Hi Jamie, Welcome to the TTOC.  
Hoggy.


----------



## Mike007 (Aug 15, 2012)

Welcome to the club mate.


----------



## jamie408 (Aug 9, 2012)

hay mike just noticed ur 1 after me  ur 2276 im 2275


----------



## Wallsendmag (Feb 12, 2004)

Have either of you registered for the TTOC members area ? The next person to register gets acomplete online set of club magazines plus triggers another giveaway to another lucky member.


----------



## Mike007 (Aug 15, 2012)

jamie408 said:


> hay mike just noticed ur 1 after me  ur 2276 im 2275


Hiya Jamie. That almost makes us brothers.


----------



## Mike007 (Aug 15, 2012)

Wallsendmag said:


> Have either of you registered for the TTOC members area ? The next person to register gets acomplete online set of club magazines plus triggers another giveaway to another lucky member.

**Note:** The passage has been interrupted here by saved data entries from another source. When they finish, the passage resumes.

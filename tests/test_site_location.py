"""Sites where they really are: coordinates, station folders, monthly normals, bad input."""

import importlib.util
import json
from pathlib import Path

import numpy as np
import pytest
from click.testing import CliRunner

from planner.cli import cli
from planner.climate import load_climate
from planner.climate.stations import great_circle_km
from planner.errors import InputError
from planner.site.model import model_sites
from planner.study.loading import load_study
from planner.study.schema import MONTHS

REPO = Path(__file__).resolve().parents[1]
_spec = importlib.util.spec_from_file_location("fleet_gen", REPO / "benchmarks" / "fleet_gen.py")
fleet_gen = importlib.util.module_from_spec(_spec)
_spec.loader.exec_module(fleet_gen)

HEADER = "id,region,climate,load_w,charging,pv_wp,autonomy_days,latitude_deg,longitude_deg,altitude_m\n"


def _stations(folder: Path) -> Path:
    """Two invented stations from the temperate-maritime archetype: 50 N 5 E at 100 m and
    40 N 15 E at 1,200 m (EPW and the project's plain CSV)."""
    folder.mkdir(parents=True, exist_ok=True)
    year = load_climate("temperate-maritime")
    fleet_gen.write_epw(folder / "low.epw", year, latitude_deg=50.0, longitude_deg=5.0, altitude_m=100.0)
    fleet_gen.write_plain_csv(folder / "high.csv", year, latitude_deg=40.0, longitude_deg=15.0,
                              altitude_m=1200.0, temp_air_c=year.temp_air_c - 7.0)
    return folder


def _study(tmp_path, rows, extra="", climates='[climates.net]\nstations = "wx"\n'):
    _stations(tmp_path / "wx")
    (tmp_path / "sites.csv").write_text(HEADER + "".join(rows), encoding="utf-8")
    path = tmp_path / "s.toml"
    path.write_text('[study]\nsites_file = "sites.csv"\n' + extra + climates, encoding="utf-8")
    return path


def _one_line_error(path) -> str:
    with pytest.raises(InputError) as info:
        load_study(path)
    message = str(info.value)
    assert "\n" not in message
    return message


def test_nearest_station_distance_and_lapse_shift(tmp_path):
    study = load_study(_study(tmp_path, ["A,r,net,1,pv,40,5,50.3,5.2,400\n",
                                          "B,r,net,1,pv,40,5,40.1,15.3,700\n"]))
    a, b = model_sites(study)
    assert (a.site_climate.source, b.site_climate.source) == ("low.epw", "high.csv")
    assert a.site_climate.station_distance_km == pytest.approx(great_circle_km(50.3, 5.2, 50.0, 5.0))
    # ICAO standard gradient 6.5 K/km: 300 m above the station is 1.95 K colder, 500 m
    # below is 3.25 K warmer.
    assert a.site_climate.altitude_shift_k == pytest.approx(-1.95)
    assert b.site_climate.altitude_shift_k == pytest.approx(3.25)
    station = load_climate(str(tmp_path / "wx" / "low.epw"))
    lead = int(np.round(5.2 / 15.0 - 5.0 / 15.0))
    assert lead == 0
    np.testing.assert_allclose(a.year.temp_air_c, station.temp_air_c - 1.95, atol=1e-9)
    # Own sun: the year is at the site's position, its offset from the longitude.
    assert (a.year.latitude_deg, a.year.utc_offset_h) == (50.3, 0.0)
    assert a.site_climate.utc_offset_from == "longitude"
    assert not any("km away" in w for w in a.warnings)


def test_far_station_and_large_altitude_difference_warn_with_the_numbers(tmp_path):
    # 2,000 km from the nearest station: a warning naming the distance (the plan still runs).
    lat = 50.0 + 2000.0 / 111.195    # one degree of latitude is 111.195 km on the mean sphere
    study = load_study(_study(tmp_path, [f"A,r,net,1,pv,40,5,{lat:.4f},5.0,1500\n"]))
    model = model_sites(study)[0]
    text = " | ".join(model.warnings)
    assert "2,000 km away" in text and "limit 150 km" in text
    assert "1,400 m above" in text and "-9.1 K" in text
    assert model.site_climate.station_distance_km == pytest.approx(2000.0, abs=0.5)


def test_limits_are_study_settings(tmp_path):
    study = load_study(_study(tmp_path, ["A,r,net,1,pv,40,5,52.0,5.0,100\n"],
                              extra="[location]\nstation_distance_limit_km = 100\n"
                                    "lapse_rate_k_per_km = 5.0\n"))
    model = model_sites(study)[0]
    assert any("222 km away (limit 100 km)" in w for w in model.warnings)


@pytest.mark.parametrize(("column", "value", "expected"), [
    ("latitude_deg", "91", ">= -90 and <= 90"),
    ("longitude_deg", "181", ">= -180 and <= 180"),
    ("altitude_m", "-600", ">= -500 and <= 8850"),
    ("altitude_m", "9000", ">= -500 and <= 8850"),
    ("latitude_deg", "north", "a number"),
])
def test_coordinates_out_of_range_are_one_line_errors(tmp_path, column, value, expected):
    row = {"latitude_deg": "50.1", "longitude_deg": "5.1", "altitude_m": "100", column: value}
    path = _study(tmp_path, [f"A,r,net,1,pv,40,5,{row['latitude_deg']},{row['longitude_deg']},"
                             f"{row['altitude_m']}\n"])
    message = _one_line_error(path)
    assert f"row 2, column {column}: found '{value}'" in message and expected in message


def test_cli_exits_2_on_a_bad_coordinate(tmp_path):
    path = _study(tmp_path, ["A,r,net,1,pv,40,5,91,5.1,100\n"])
    result = CliRunner().invoke(cli, ["plan", str(path), "--quiet"])
    assert result.exit_code == 2
    assert "column latitude_deg" in result.output and "Traceback" not in result.output


def test_coordinates_for_some_sites_of_a_station_climate_but_not_others(tmp_path):
    path = _study(tmp_path, ["A,r,net,1,pv,40,5,50.1,5.1,100\n", "B,r,net,1,pv,40,5,,,\n"])
    message = _one_line_error(path)
    assert "row 3, column latitude_deg: empty" in message
    assert "nearest station" in message and "given on row 2" in message


def test_one_coordinate_alone_is_an_error(tmp_path):
    (tmp_path / "sites.csv").write_text(HEADER + "A,r,alpine,1,pv,40,5,46.0,,\n")
    (tmp_path / "s.toml").write_text('[study]\nsites_file = "sites.csv"\n')
    assert "column longitude_deg: empty while the other coordinate is given" in \
        _one_line_error(tmp_path / "s.toml")


def test_a_station_folder_without_a_readable_file_fails_at_load(tmp_path):
    (tmp_path / "wx2").mkdir()
    (tmp_path / "wx2" / "a.epw").write_text("garbage\n")
    path = _study(tmp_path, ["A,r,net,1,pv,40,5,50.1,5.1,100\n"],
                  climates='[climates.net]\nstations = "wx2"\n')
    message = _one_line_error(path)
    assert "no readable weather file" in message and "a.epw" in message


def test_a_bundled_climate_at_the_site_own_position_and_altitude(tmp_path):
    (tmp_path / "sites.csv").write_text(HEADER + "A,r,alpine,1,pv,40,5,,,2650\n"
                                                 "B,r,alpine,1,pv,40,5,-45.0,170.0,2000\n"
                                                 "C,r,alpine,1,pv,40,5,,,\n")
    (tmp_path / "s.toml").write_text('[study]\nsites_file = "sites.csv"\n')
    a, b, c = model_sites(load_study(tmp_path / "s.toml"))
    alpine = load_climate("alpine")   # archetype at 2,000 m
    np.testing.assert_allclose(a.year.temp_air_c, alpine.temp_air_c - 6.5 * 0.65, atol=1e-9)
    assert a.year.ghi_w_m2 is alpine.ghi_w_m2          # shared sky, only an offset
    assert c.year is alpine                            # no location columns: as before
    assert b.year.latitude_deg == -45.0 and b.pv_azimuth_deg == 0.0   # faces the equator
    assert any("other hemisphere" in w for w in b.warnings)


def _normals_csv(path, rows):
    header = ["id", *(f"tmin_{m}_c" for m in MONTHS), *(f"tmax_{m}_c" for m in MONTHS)]
    extra = sorted({k for r in rows for k in r} - set(header) - {"tmin", "tmax"})
    lines = [",".join(header + extra)]
    for r in rows:
        lines.append(",".join([r["id"], *map(str, r["tmin"]), *map(str, r["tmax"]),
                               *(str(r.get(k, "")) for k in extra)]))
    path.write_text("\n".join(lines) + "\n", encoding="utf-8")


TMIN = [-4, -3, 0, 4, 8, 12, 14, 14, 11, 6, 1, -3]
TMAX = [4, 6, 10, 14, 18, 22, 25, 24, 20, 14, 8, 5]


def test_normals_per_site_and_named(tmp_path):
    ghi = dict(zip((f"ghi_{m}_kwh_m2_day" for m in MONTHS),
                   [0.8, 1.5, 2.6, 3.9, 4.9, 5.4, 5.3, 4.6, 3.3, 2.0, 1.0, 0.6]))
    _normals_csv(tmp_path / "normals.csv", [
        {"id": "A", "tmin": TMIN, "tmax": TMAX, **ghi},
        {"id": "valley", "tmin": TMIN, "tmax": TMAX, "cloudiness": "broken", "altitude_m": 300},
        {"id": "bare", "tmin": TMIN, "tmax": TMAX}])
    (tmp_path / "sites.csv").write_text(
        HEADER.strip() + ",normals_id\n"
        "A,r,nm,1,pv,40,5,51.0,4.0,,\nB,r,nm,1,pv,40,5,-41.0,174.0,800,valley\n"
        "C,r,nm,1,pv,40,5,10.0,-70.0,,bare\n")
    (tmp_path / "s.toml").write_text('[study]\nsites_file = "sites.csv"\n'
                                     '[climates.nm]\nnormals = "normals.csv"\n')
    a, b, c = model_sites(load_study(tmp_path / "s.toml"))
    days = a.year.ghi_w_m2.reshape(365, 24).sum(axis=1) / 1000.0
    starts = np.r_[0, np.cumsum([31, 28, 31, 30, 31, 30, 31, 31, 30, 31, 30])]
    monthly = np.add.reduceat(days, starts) / np.diff(np.r_[starts, 365])
    np.testing.assert_allclose(monthly, list(ghi.values()), rtol=0.03)
    assert a.site_climate.kind == "normals" and a.site_climate.altitude_shift_k == 0.0
    # A named normal measured at 300 m used at 800 m: 500 m higher, -3.25 K.
    assert b.site_climate.altitude_shift_k == pytest.approx(-3.25)
    assert "Kasten & Czeplak" in b.year.source
    assert any("neither irradiation nor cloudiness" in w for w in c.warnings)


@pytest.mark.parametrize(("change", "expected"), [
    (lambda r: r["tmin"].__setitem__(6, 30), "row 2, column tmin_jul_c: 30 °C is not below tmax_jul_c 25 °C"),
    (lambda r: r["tmax"].pop(), "missing column 'tmax_dec_c'"),
])
def test_bad_normals_are_one_line_errors(tmp_path, change, expected):
    row = {"id": "A", "tmin": list(TMIN), "tmax": list(TMAX)}
    change(row)
    _normals_csv(tmp_path / "normals.csv", [row])
    if len(row["tmax"]) == 11:   # 11 months: the header lacks December
        text = (tmp_path / "normals.csv").read_text().replace(",tmax_dec_c", "")
        (tmp_path / "normals.csv").write_text(text)
    (tmp_path / "sites.csv").write_text(HEADER + "A,r,nm,1,pv,40,5,51.0,4.0,\n")
    (tmp_path / "s.toml").write_text('[study]\nsites_file = "sites.csv"\n'
                                     '[climates.nm]\nnormals = "normals.csv"\n')
    message = _one_line_error(tmp_path / "s.toml")
    assert "normals.csv" in message and expected in message


def test_climate_command_shows_one_site(tmp_path):
    path = _study(tmp_path, ["A,r,net,1,pv,40,5,50.3,5.2,400\n"])
    result = CliRunner().invoke(cli, ["climate", "--study", str(path), "--site", "A"])
    assert result.exit_code == 0, result.output
    assert "nearest station low.epw, 36 km away" in result.output
    assert "air temperature -1.95 K" in result.output and "GHI [kWh/m²/day]" in result.output
    data = json.loads(CliRunner().invoke(cli, ["climate", "--study", str(path), "--site", "A",
                                               "--json"]).output)
    assert data["site_climate"]["kind"] == "station"
    assert len(data["monthly"]["air_min_c"]) == 12
    missing = CliRunner().invoke(cli, ["climate", "--study", str(path), "--site", "Z"])
    assert missing.exit_code == 2 and "no site 'Z'" in missing.output


def test_plan_console_lists_climate_warnings():
    from planner.cli.plan import MAX_UNSERVED_LINES, _climate_lines

    sites = [{"id": f"S{i}", "site_climate": {"warnings": [f"nearest station x is {2000 + i} km away"]}}
             for i in range(MAX_UNSERVED_LINES + 3)] + [{"id": "T", "site_climate": None}]
    lines = _climate_lines(sites)
    assert lines[0] == "  CLIMATE S0: nearest station x is 2000 km away"
    assert lines[-1].startswith("  ... and 3 more climate warnings")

I thought we did that automatically when we became TTOC members. 

Can you tell what we have to do then. I'm a bit confused. Doesn't take much.


----------



## Wallsendmag (Feb 12, 2004)

Mike007 said:


> Wallsendmag said:
> 
> 
> > Have either of you registered for the TTOC members area ? The next person to register gets acomplete online set of club magazines plus triggers another giveaway to another lucky member.
> ...


Go to www.ttoc.co.uk/members and register . Bob's your uncle


----------



## Mike007 (Aug 15, 2012)

Wallsendmag said:


> Mike007 said:
> 
> 
> > Wallsendmag said:
> ...


Thanks mate. Didn't realise this needed doing. Done just waiting for admin,to active.


----------



## jamie408 (Aug 9, 2012)

brothers lol love it hope u dont have a black tt with 19" lol


----------